# SOURCE RECORDS:
using System.Text;
using BenchRunner.Instruments.Capture;
using BenchRunner.Instruments.Errors;
using BenchRunner.Instruments.Framing;
using BenchRunner.Instruments.Transports;
using BenchRunner.Instruments.Tests.Support;

namespace BenchRunner.Instruments.Tests.Capture;

public sealed class RecordReplaySessionTests
{
    private const string Identity = "Workshop,PSF-Sim,PSF-24-0001,0.1";
    private static readonly TimeSpan Timeout = TimeSpan.FromSeconds(10);
    private static readonly byte[] AllByteValues = Enumerable.Range(0, 256).Select(b => (byte)b).ToArray();

    [Fact]
    public async Task RecordedSession_ReplayedThroughFramedConnection_GivesTheSameRepliesByteForByte()
    {
        var clock = new ManualTimeProvider();
        var captureStream = new MemoryStream();
        var (host, device) = InMemoryTransport.CreatePair("bench");
        var deviceTask = ScriptedDevice.RunAsync(device, Answer);
        var writer = new CaptureWriter(captureStream, new CaptureHeader(clock.GetUtcNow(), host.Description, "sa", "PSF-24-0001"), leaveOpen: true);
        var recording = new RecordingTransport(host, writer, clock);

        await recording.OpenAsync(CancellationToken.None).AsTask().WaitAsync(Timeout);
        var recorded = await RunHostAsync(new FramedConnection(recording), clock).WaitAsync(Timeout);
        await recording.DisposeAsync().AsTask().WaitAsync(Timeout);
        await deviceTask.WaitAsync(Timeout);

        var captureText = Encoding.ASCII.GetString(captureStream.ToArray());
        var session = CaptureText.Parse(captureText);

        // What the recording saw is what the device sent: the identity, the frequency in two pieces, the block.
        Assert.Equal(Identity, recorded.Identity);
        Assert.Equal("137500000", recorded.Centre);
        Assert.Equal(AllByteValues, recorded.Block);
        Assert.Equal(
            Encoding.Latin1.GetBytes(Identity + "\n137500000\n").Concat(Ieee488Block.Encode(AllByteValues)).Concat("\n"u8.ToArray()),
            session.BytesSent(CaptureDirection.DeviceToHost));
        Assert.Equal("*IDN?\nFREQ:CENT 137.5MHZ\nFREQ:CENT?\nTRAC:DATA?\n", CaptureText.Latin1(session.BytesSent(CaptureDirection.HostToDevice)));
        Assert.Contains(" <b ", captureText);
        Assert.Equal(["opened", "closed"], session.Events.Select(e => e.Text));
        Assert.Equal("sa", session.Header.Instrument);

        // Each chunk carries the manual clock's time when it passed. The two frequency commands were
        // written back to back, so they join into one host message.
        var exchanges = session.Exchanges();
        Assert.Equal(3, exchanges.Count);
        Assert.Equal(TimeSpan.Zero, exchanges[0].Command!.Offset);
        Assert.Equal("FREQ:CENT 137.5MHZ\nFREQ:CENT?\n", CaptureText.Latin1(exchanges[1].Command!.Data));
        Assert.Equal(TimeSpan.FromMilliseconds(10), exchanges[1].Command!.Offset);
        Assert.Equal(TimeSpan.FromMilliseconds(20), exchanges[1].Command!.EndOffset);
        Assert.Equal(TimeSpan.FromMilliseconds(30), exchanges[1].Reply!.Offset);
        Assert.Equal(TimeSpan.FromMilliseconds(10), exchanges[1].ReplyDelay);
        Assert.Equal("137500000\n", CaptureText.Latin1(exchanges[1].Reply!.Data));
        Assert.Equal(TimeSpan.FromMilliseconds(40), exchanges[2].Command!.Offset);

        // Replay: the same host code gets the same answers with no device at all.
        var replay = new ReplayTransport(session, new ReplayOptions { Mode = ReplayMode.Strict });
        await replay.OpenAsync(CancellationToken.None).AsTask().WaitAsync(Timeout);
        var framed = new FramedConnection(replay);
        var replayed = await RunHostAsync(framed, new ManualTimeProvider()).WaitAsync(Timeout);

        Assert.Equal(recorded.Identity, replayed.Identity);
        Assert.Equal(recorded.Centre, replayed.Centre);
        Assert.Equal(AllByteValues, replayed.Block);
        Assert.True(replay.Finished);

        // The device has nothing more to say: the connection reads as closed, and further commands are refused.
        var closed = await Assert.ThrowsAsync<FramingException>(() => framed.ReadLineAsync(Timeout, CancellationToken.None)).WaitAsync(Timeout);
        Assert.Contains("closed by the other end", closed.Message);
        var ended = await Assert.ThrowsAsync<ReplayMismatchException>(() => framed.SendAsync("*RST", CancellationToken.None)).WaitAsync(Timeout);
        Assert.Contains("the recording has ended", ended.Message);
        Assert.False(ended.IsTransient);
    }

    private static async Task<(string Identity, string Centre, byte[] Block)> RunHostAsync(FramedConnection framed, ManualTimeProvider clock)
    {
        await framed.SendAsync("*IDN?", CancellationToken.None);
        var identity = await framed.ReadLineAsync(Timeout, CancellationToken.None);
        clock.Advance(TimeSpan.FromMilliseconds(10));
        await framed.SendAsync("FREQ:CENT 137.5MHZ", CancellationToken.None);
        clock.Advance(TimeSpan.FromMilliseconds(10));
        await framed.SendAsync("FREQ:CENT?", CancellationToken.None);
        clock.Advance(TimeSpan.FromMilliseconds(10));
        var centre = await framed.ReadLineAsync(Timeout, CancellationToken.None);
        clock.Advance(TimeSpan.FromMilliseconds(10));
        await framed.SendAsync("TRAC:DATA?", CancellationToken.None);
        var block = await framed.ReadBlockAsync(Timeout, CancellationToken.None);
        return (identity, centre, block);
    }

    private static IReadOnlyList<byte[]> Answer(string command) => command switch
    {
        "*IDN?" => [Encoding.Latin1.GetBytes(Identity + "\n")],
        "FREQ:CENT?" => ["1375"u8.ToArray(), "00000\n"u8.ToArray()],
        "TRAC:DATA?" => [Ieee488Block.Encode(AllByteValues).Concat("\n"u8.ToArray()).ToArray()],
        _ => [],
    };
}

# PROBLEM TO WORK ON:
Please go through the data above and copy every line that has the word "writer".

# SOLUTION FOR THIS EXERCISE:
        var writer = new CaptureWriter(captureStream, new CaptureHeader(clock.GetUtcNow(), host.Description, "sa", "PSF-24-0001"), leaveOpen: true);
        var recording = new RecordingTransport(host, writer, clock);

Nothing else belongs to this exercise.